• **Records shown**:
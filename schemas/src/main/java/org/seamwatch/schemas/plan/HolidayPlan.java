package org.seamwatch.schemas.plan;

import java.time.LocalDate;

/**
 * A holiday.
 *
 * @param day the day
 * @param regions whose holiday: ids with {@code *} for any characters, commas between patterns
 */
public record HolidayPlan(LocalDate day, String regions) {}
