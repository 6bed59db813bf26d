package org.seamwatch.schemas.plan;

import java.util.List;
import org.jspecify.annotations.Nullable;

/** Reads {@code contiguity}: a word, or one key with a number. */
final class ContiguityReader {

    private static final String FORMS = "edge, corner, { nearest: 5 } or { within: 40km }";

    private ContiguityReader() {}

    static ContiguityRule read(@Nullable YamlValue value) {
        if (value == null) {
            return new ContiguityRule.Edge();
        }
        if (value.isScalar()) {
            return value.word("contiguity", List.of("edge", "corner")).equals("edge")
                    ? new ContiguityRule.Edge()
                    : new ContiguityRule.Corner();
        }
        YamlMap map = value.map().only(List.of("nearest", "within"));
        if (map.values().size() != 1) {
            throw value.rule("must be " + FORMS + ", has " + map.values().size() + " rules");
        }
        YamlValue nearest = map.get("nearest");
        return nearest == null
                ? new ContiguityRule.Within(map.required("within").kilometres())
                : new ContiguityRule.Nearest(nearest.integer(1, 1000));
    }
}
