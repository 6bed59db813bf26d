package org.seamwatch.schemas.plan;

import java.util.ArrayList;
import java.util.EnumMap;
import java.util.List;
import java.util.Map;
import org.jspecify.annotations.Nullable;

/** Reads {@code charts}: for each statistic a list of charts; a statistic without one has its default. */
final class ChartsReader {

    private static final List<String> CHARTS = List.of("individuals", "ewma");
    private static final double DEFAULT_WEIGHT = 0.2;

    private ChartsReader() {}

    static Map<StatisticName, List<ChartPlan>> read(@Nullable YamlValue value, List<StatisticName> statistics) {
        Map<StatisticName, List<ChartPlan>> charts = new EnumMap<>(StatisticName.class);
        List<String> words = statistics.stream().map(StatisticName::word).toList();
        YamlMap map = value == null ? null : value.map().only(words);
        for (StatisticName statistic : statistics) {
            YamlValue given = map == null ? null : map.get(statistic.word());
            charts.put(statistic, given == null ? statistic.defaultCharts() : charts(given, statistic));
        }
        return charts;
    }

    private static List<ChartPlan> charts(YamlValue value, StatisticName statistic) {
        List<ChartPlan> charts = new ArrayList<>();
        for (YamlValue item : value.filledList()) {
            ChartPlan chart = chart(item, statistic.defaultCharts().get(0));
            for (ChartPlan earlier : charts) {
                if (earlier.name().equals(chart.name())) {
                    throw item.rule("must be another chart, is \"" + chart.name() + "\" again");
                }
                if (earlier.order() != chart.order()) {
                    throw item.rule("must have the order of the other charts of " + statistic.word() + ", "
                            + earlier.order() + ", was " + chart.order());
                }
            }
            charts.add(chart);
        }
        return charts;
    }

    private static ChartPlan chart(YamlValue item, ChartPlan defaults) {
        YamlMap map = item.map().only(CHARTS);
        if (map.keys().size() != 1) {
            throw item.rule("must name one chart, names " + map.keys().size());
        }
        if (map.keys().containsKey("individuals")) {
            YamlMap chart = map.map("individuals", List.of("order", "sides"));
            return new ChartPlan.Individuals(order(chart, defaults), sides(chart, defaults));
        }
        YamlMap chart = map.map("ewma", List.of("weight", "order", "sides"));
        return new ChartPlan.Ewma(weight(chart.get("weight")), order(chart, defaults), sides(chart, defaults));
    }

    private static int order(YamlMap chart, ChartPlan defaults) {
        return chart.integer("order", 0, 3, defaults.order());
    }

    private static Sides sides(YamlMap chart, ChartPlan defaults) {
        return SeriesPlanReader.choice(chart.get("sides"), "sides", Sides.values(), Sides::word, defaults.sides());
    }

    private static double weight(@Nullable YamlValue value) {
        if (value == null) {
            return DEFAULT_WEIGHT;
        }
        double weight = value.decimal();
        if (!(weight > 0 && weight <= 1)) {
            throw value.rule("must be in (0, 1], was " + value.text());
        }
        return weight;
    }
}
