package org.seamwatch.schemas.plan;

/** How much a neighbour weighs. */
public enum WeightStyle {
    /** Each neighbour 1. */
    BINARY("binary"),
    /** The neighbours of a region share 1. */
    ROW("row");

    private final String word;

    WeightStyle(String word) {
        this.word = word;
    }

    /** The word in the plan. */
    public String word() {
        return word;
    }
}
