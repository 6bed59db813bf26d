package org.seamwatch.schemas.plan;

import java.time.Duration;

/**
 * Names and sizes of the topics.
 *
 * @param prefix what every topic's name begins with
 * @param partitions partitions of each input topic; fixed for the life of the log
 * @param seriesPartitions partitions of everything keyed by series
 * @param replication replicas of each partition
 * @param rejectedRetention how long rejected reports are kept
 */
public record TopicsPlan(
        String prefix, int partitions, int seriesPartitions, int replication, Duration rejectedRetention) {

    public static TopicsPlan defaults() {
        return new TopicsPlan("seamwatch.", 6, 6, 3, Duration.ofDays(30));
    }
}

• **Instructions to follow**: The reply must repeat all of the records precisely.

• **Expected answer**:
filename schemas/src/main/java/org/seamwatch/schemas/plan/HolidayPlan.java
package org.seamwatch.schemas.plan;

import java.time.LocalDate;

/**
 * A holiday.
 *
 * @param day the day
 * @param regions whose holiday: ids with {@code *} for any characters, commas between patterns
 */
public record HolidayPlan(LocalDate day, String regions) {}
repository 6bed59db813bf26d
package org.seamwatch.schemas.plan;

import java.util.List;
import org.jspecify.annotations.Nullable;

/** Reads {@code contiguity}: a word, or one key with a number. */
final class ContiguityReader {

    private static final String FORMS = "edge, corner, { nearest: 5 } or { within: 40km }";

    private ContiguityReader() {}

    static ContiguityRule read(@Nullable YamlValue value) {
        if (value == null) {
            return new ContiguityRule.Edge();
        }
        if (value.isScalar()) {
            return value.word("contiguity", List.of("edge", "corner")).equals("edge")
                    ? new ContiguityRule.Edge()
                    : new ContiguityRule.Corner();
        }
        YamlMap map = value.map().only(List.of("nearest", "within"));
        if (map.values().size() != 1) {
            throw value.rule("must be " + FORMS + ", has " + map.values().size() + " rules");
        }
        YamlValue nearest = map.get("nearest");
        return nearest == null
                ? new ContiguityRule.Within(map.required("within").kilometres())
                : new ContiguityRule.Nearest(nearest.integer(1, 1000));
    }
}
repository 6bed59db813bf26d
package org.seamwatch.schemas.plan;

import java.util.ArrayList;
import java.util.EnumMap;
import java.util.List;
import java.util.Map;
import org.jspecify.annotations.Nullable;

/** Reads {@code charts}: for each statistic a list of charts; a statistic without one has its default. */
final class ChartsReader {

    private static final List<String> CHARTS = List.of("individuals", "ewma");
    private static final double DEFAULT_WEIGHT = 0.2;

    private ChartsReader() {}

    static Map<StatisticName, List<ChartPlan>> read(@Nullable YamlValue value, List<StatisticName> statistics) {
        Map<StatisticName, List<ChartPlan>> charts = new EnumMap<>(StatisticName.class);
        List<String> words = statistics.stream().map(StatisticName::word).toList();
        YamlMap map = value == null ? null : value.map().only(words);
        for (StatisticName statistic : statistics) {
            YamlValue given = map == null ? null : map.get(statistic.word());
            charts.put(statistic, given == null ? statistic.defaultCharts() : charts(given, statistic));
        }
        return charts;
    }

    private static List<ChartPlan> charts(YamlValue value, StatisticName statistic) {
        List<ChartPlan> charts = new ArrayList<>();
        for (YamlValue item : value.filledList()) {
            ChartPlan chart = chart(item, statistic.defaultCharts().get(0));
            for (ChartPlan earlier : charts) {
                if (earlier.name().equals(chart.name())) {
                    throw item.rule("must be another chart, is \"" + chart.name() + "\" again");
                }
                if (earlier.order() != chart.order()) {
                    throw item.rule("must have the order of the other charts of " + statistic.word() + ", "
                            + earlier.order() + ", was " + chart.order());
                }
            }
            charts.add(chart);
        }
        return charts;
    }

    private static ChartPlan chart(YamlValue item, ChartPlan defaults) {
        YamlMap map = item.map().only(CHARTS);
        if (map.keys().size() != 1) {
            throw item.rule("must name one chart, names " + map.keys().size());
        }
        if (map.keys().containsKey("individuals")) {
            YamlMap chart = map.map("individuals", List.of("order", "sides"));
            return new ChartPlan.Individuals(order(chart, defaults), sides(chart, defaults));
        }
        YamlMap chart = map.map("ewma", List.of("weight", "order", "sides"));
        return new ChartPlan.Ewma(weight(chart.get("weight")), order(chart, defaults), sides(chart, defaults));
    }

    private static int order(YamlMap chart, ChartPlan defaults) {
        return chart.integer("order", 0, 3, defaults.order());
    }

    private static Sides sides(YamlMap chart, ChartPlan defaults) {
        return SeriesPlanReader.choice(chart.get("sides"), "sides", Sides.values(), Sides::word, defaults.sides());
    }

    private static double weight(@Nullable YamlValue value) {
        if (value == null) {
            return DEFAULT_WEIGHT;
        }
        double weight = value.decimal();
        if (!(weight > 0 && weight <= 1)) {
            throw value.rule("must be in (0, 1], was " + value.text());
        }
        return weight;
    }
}
package org.seamwatch.schemas.plan;

/** How much a neighbour weighs. */
public enum WeightStyle {
    /** Each neighbour 1. */
    BINARY("binary"),
    /** The neighbours of a region share 1. */
    ROW("row");

    private final String word;

    WeightStyle(String word) {
        this.word = word;
    }

    /** The word in the plan. */
    public String word() {
        return word;
    }
}
repository 6bed59db813bf26d
package org.seamwatch.schemas.plan;

import java.time.Duration;

/**
 * Names and sizes of the topics.
 *
 * @param prefix what every topic's name begins with
 * @param partitions partitions of each input topic; fixed for the life of the log
 * @param seriesPartitions partitions of everything keyed by series
 * @param replication replicas of each partition
 * @param rejectedRetention how long rejected reports are kept
 */
public record TopicsPlan(
        String prefix, int partitions, int seriesPartitions, int replication, Duration rejectedRetention) {

    public static TopicsPlan defaults() {
        return new TopicsPlan("seamwatch.", 6, 6, 3, Duration.ofDays(30));
    }
}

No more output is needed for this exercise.